Many people prefer for-profit “Medicare Advantage” plans because they get dental and eye coverage that people on traditional Medigap plans lack. This year, the program added even more “advantages” to help older people. Those who use these plans, however, may be unfamiliar with government audits showing that Medicare Advantage plans pose “an imminent and serious risk to the health of… enrollees” and overcharge taxpayers by $10 billion a year. Another report shows that the plans are not submitting accurate claims data, and they may be paid for services that they provide.  Last year, six senators described wrongdoings by several corporations including UnitedHealth Group, Aetna, Cigna and Humana—tens of billions of dollars in overcharges, failure to cover required care, inaccurate provider directories, etc.

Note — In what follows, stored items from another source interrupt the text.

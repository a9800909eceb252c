package sight_test

import (
	"fmt"
	"slices"
	"testing"
	"time"

	"enfilade/solver/plantest"
	"enfilade/solver/sight"
)

// benchEyes is how many eyes a region is measured from, one after the other.
const benchEyes = 2000

// BenchmarkRegion measures whole regions, point location and border included, from eyes all over the plan: mean time,
// median time, and triangles entered.
func BenchmarkRegion(b *testing.B) {
	for _, kind := range plantest.Kinds {
		for _, walls := range []int{1000, 10_000, 100_000} {
			b.Run(fmt.Sprintf("plan=%s/walls=%d", kind.Name, walls), func(b *testing.B) {
				g, err := plantest.NewGround(kind.Make(1, walls))
				if err != nil {
					b.Fatal(err)
				}
				benchRegions(b, g)
			})
		}
	}
}

func benchRegions(b *testing.B, g *plantest.Ground) {
	eyes := g.Places(1, benchEyes)
	f := sight.New(g.Mesh)
	times := make([]time.Duration, len(eyes))
	expanded, corners := 0, 0
	for _, eye := range eyes { // grows the buffers
		r, err := f.Region(eye, plantest.Eye)
		if err != nil {
			b.Fatal(err)
		}
		expanded += r.Expanded
		corners += r.Len()
	}
	for i, eye := range eyes {
		t := time.Now()
		f.Region(eye, plantest.Eye)
		times[i] = time.Since(t)
	}
	b.ReportAllocs()
	for i := 0; b.Loop(); i++ {
		f.Region(eyes[i%len(eyes)], plantest.Eye)
	}
	slices.Sort(times)
	perRegion := float64(expanded) / float64(len(eyes))
	b.ReportMetric(float64(times[len(times)/2]), "median-ns")
	b.ReportMetric(perRegion, "triangles")
	b.ReportMetric(float64(b.Elapsed().Nanoseconds())/float64(b.N)/perRegion, "ns/triangle")
	b.ReportMetric(float64(corners)/float64(len(eyes)), "corners")
}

Conservatives argue against single-payer health care with two primary reasons—they want freedom to not have health care and the system costs too much. In just 2017, U.S. insurers and healthcare providers spent $812 billion on paperwork and other administrative activities, according to a study reported in the Annals of Internal Medicine. These costs are 34.2 percent of U.S. total national health expenditures in that year and twice what Canada spends on healthcare administration in the same year. U.S. insurers and providers pent $2,497 per person on healthcare administration in 2017 compared to Canada’s cost of $551 per capita. The study found that “Medicare for All” could save over $600 billion per year, just on bureaucracy.

While DDT removes healthcare from people, he makes health worse in the United States. For decades, health professional believe that exposure to radiation can cause cancer; now DDT wants to “relax” regulations for radiation in the U.S. to “have a positive effect on human health.” According to a witness at a congressional hearing, exposure to radiation and other carcinogen that stress the body makes people healthier by putting bodies’ repair mechanisms work better, like exercise and exposure to sunlight. DDT’s transition team member Steven Milloy, who supports this idea, also denies human-made climate change and any health risks from tobacco. Milloy, a Fox consultant, also supports the use of pesticide DDT and asbestos.

DDT makes people sick in other ways. Anxiety, depression, and anger are the highest since 2007. People in the U.S. have a 20 percent higher stress rate than most of the 143 countries in the 143 countries in the Gallup poll, including Venezuela and Rwanda. For the first time, counselors see patients in therapy because of politics.

A report from the New York University Law Schools State Energy and Environmental Impact projects that the rollback of about 100 environmental protection rules will cause, in the next decade, “1,630 more incidences of premature deaths, 120,000 additional asthma attacks, and 140,000 missed school days and 48,000 lost work days.” The EPA estimates an additional 300 to 1,500 human death each year from air pollution.

A 2019 study shows that fracking is tied to skin, genital, and urinary diseases. Researchers theorize that drilling activity may be related to risky sexual behaviors. Disruptions to buried bacteria and chemical exposures in drinking water may be an affect. Other studies show links to cardiovascular and respiratory issues such as asthma.

DDT has also scrapped regulations to define “organic” beef, pork, and chicken and loosened inspections for pork which can also affect health.

A major problem from DDT’s focus rejection of education about sexual and reproductive health is the spike in rates of STI (sexually transmitted infections) within the United States. For example, gonorrhea infections increased by 82.6 percent within a decade. Almost half the states lack both sex education and HIV education, and Title X funding has been taken from many health care providers. DDT’s administration increased the budget for abstinence-only programs by 67 percent although these programs don’t work.

Much less health care with increased illness. What can go wrong?